I've never heard of a frowning/smiling hole. What's the story? I found this via Google:
http://www.soak.com/topic/outdoorliving/article/tshow/88609/a+smile+or+a+frown

I don't understand what part of the hole is smiling/frowning. Is it the boil/wash downstream? Is it the shape of the crease on the upstream side of the whole (where the obstacle/rock is)?


----------



## caspermike (Mar 9, 2007)

paddle as you are reading the river if its frowning as you look at its no good if its smiling its good... frowning is bad because the center of the hole(your position while getting spanked) is downstream of where the water is exiting the hole; its harder to work out of the edge and more than likely it will severely beat you down and push you back to the furtest downstream place in the hole which is the meat(top of frown)...... if its smiling it means the water is exiting at an angle where you most likely will either wash out automatically or can paddle out... frowning bad, smiling good.


----------



## SSOWDEN (Apr 29, 2004)

sky,
Welcome to the buzz. find the grif posts, funny reads dude.


----------



## El Flaco (Nov 5, 2003)

Riparian said:


> I'm pretty sure by "probes" he meant sacrificial lambs...

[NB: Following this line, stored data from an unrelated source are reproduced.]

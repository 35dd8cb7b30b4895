import { useSearchParams } from "react-router";
import { GROUPING_KEYS, type GroupingKey } from "@analysis/stats/groups";
import { readAnalyticsRequest } from "~/.server/analytics/request";
import { groupFigures } from "~/.server/analytics/queries/group-figures";
import { FilterBar, QueryState, useSearchObject } from "~/components/analytics/filter-bar";
import { GroupRateChart } from "~/components/analytics/group-chart";
import { analyticsQueries, loaderSearch, onlyOnNewPath, useSeededQuery } from "~/hooks/analytics-queries";
import { GROUPING_LABELS } from "~/lib/analytics/labels";
import { groupsQuery } from "~/lib/analytics/params";
import { METAL_LABELS } from "@analysis/metals/names";
import type { Route } from "./+types/risk";

export const meta: Route.MetaFunction = () => [{ title: "Risk groups · Patina" }];

const PARAMS = ["from", "to", "route", "metal", "grouping"] as const;

export async function loader({ request, context }: Route.LoaderArgs) {
  const { scope, query, window, thresholds } = await readAnalyticsRequest(request, context, "risk", groupsQuery, "page");
  const figures = await groupFigures(scope, { window, thresholds, metal: query.metal ?? null, grouping: query.grouping as GroupingKey });
  return { search: loaderSearch(request, PARAMS), figures };
}

export const shouldRevalidate = onlyOnNewPath;

export default function Risk({ loaderData }: Route.ComponentProps) {
  const params = useSearchObject(PARAMS);
  const [search, setSearch] = useSearchParams();
  const query = useSeededQuery(analyticsQueries.groups(params), { search: loaderData.search, data: loaderData.figures });
  const figures = query.data;
  const grouping = figures.grouping;
  const overallRate = figures.poolYears > 0 ? figures.openings / figures.poolYears : null;
  const risky = figures.groups.filter((g) => g.risky);

  return (
    <div className="space-y-6">
      <header>
        <h1 className="text-2xl font-semibold tracking-tight">Risk groups</h1>
        <p className="text-muted">Which fill sources, equipment, places or finishes go with more metal episodes than the rest of the route book.</p>
      </header>

      <fieldset className="rounded-xl border border-line bg-white p-4">
        <legend className="px-1 text-sm font-medium">Compare pools by</legend>
        <div className="flex flex-wrap gap-2">
          {GROUPING_KEYS.map((key) => (
            <button
              key={key}
              type="button"
              aria-pressed={key === grouping}
              onClick={() => {
                const next = new URLSearchParams(search);
                next.set("grouping", key);
                setSearch(next, { replace: true, preventScrollReset: true });
              }}
              className={`rounded-lg border px-3 py-2 text-sm font-medium ${key === grouping ? "border-verdigris-700 bg-verdigris-100 text-verdigris-900" : "border-line hover:bg-verdigris-50"}`}
            >
              {GROUPING_LABELS[key]}
            </button>
          ))}
        </div>
      </fieldset>
      <FilterBar metal />
      <QueryState isFetching={query.isFetching} error={query.error} />

      <p className="text-sm" aria-live="polite">
        {figures.metal ? METAL_LABELS[figures.metal] : "All metals"}: {figures.openings} episode openings over {figures.poolYears.toFixed(1)} pool-years on{" "}
        {figures.pools} pools.{" "}
        {risky.length === 0
          ? "No group is flagged risky."
          : `Flagged risky: ${risky.map((g) => g.label).join(", ")}.`}
      </p>

      <GroupRateChart groups={figures.groups} dimension={GROUPING_LABELS[grouping]} overallRate={overallRate} />

      <p className="text-xs text-muted">
        A pool's observed time runs from its first to its last test in the window; heater age and exchanger metal are read at the date of each
        test. Rate ratio: the group's rate over the rest of the route book's, with a conditional exact 95% interval. Risky: that interval's lower
        bound is above 1 and the group has at least 3 pools. Evidence of a pattern, not proof of a cause.
      </p>
    </div>
  );
}

export { ErrorPanel as ErrorBoundary } from "~/components/error-panel";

Gary E likes to call this "The Sharp End". Tries to talk you into "letting your hair down" i.e. Vallecito at 2.8'.


----------



## Ture (Apr 12, 2004)

paddlebizzle said:


> I've never heard of a frowning/smiling hole. What's the story? I found this via Google:
> A SMILE OR A FROWN - Outdoor Living - SOAK
> 
> I don't understand what part of the hole is smiling/frowning. Is it the boil/wash downstream? Is it the shape of the crease on the upstream side of the whole (where the obstacle/rock is)?


It is the shape of the crease. I never liked the frowning versus smiling analogy because I could not remember if it was supposed to be frowning or smiling looking upstream or downstream.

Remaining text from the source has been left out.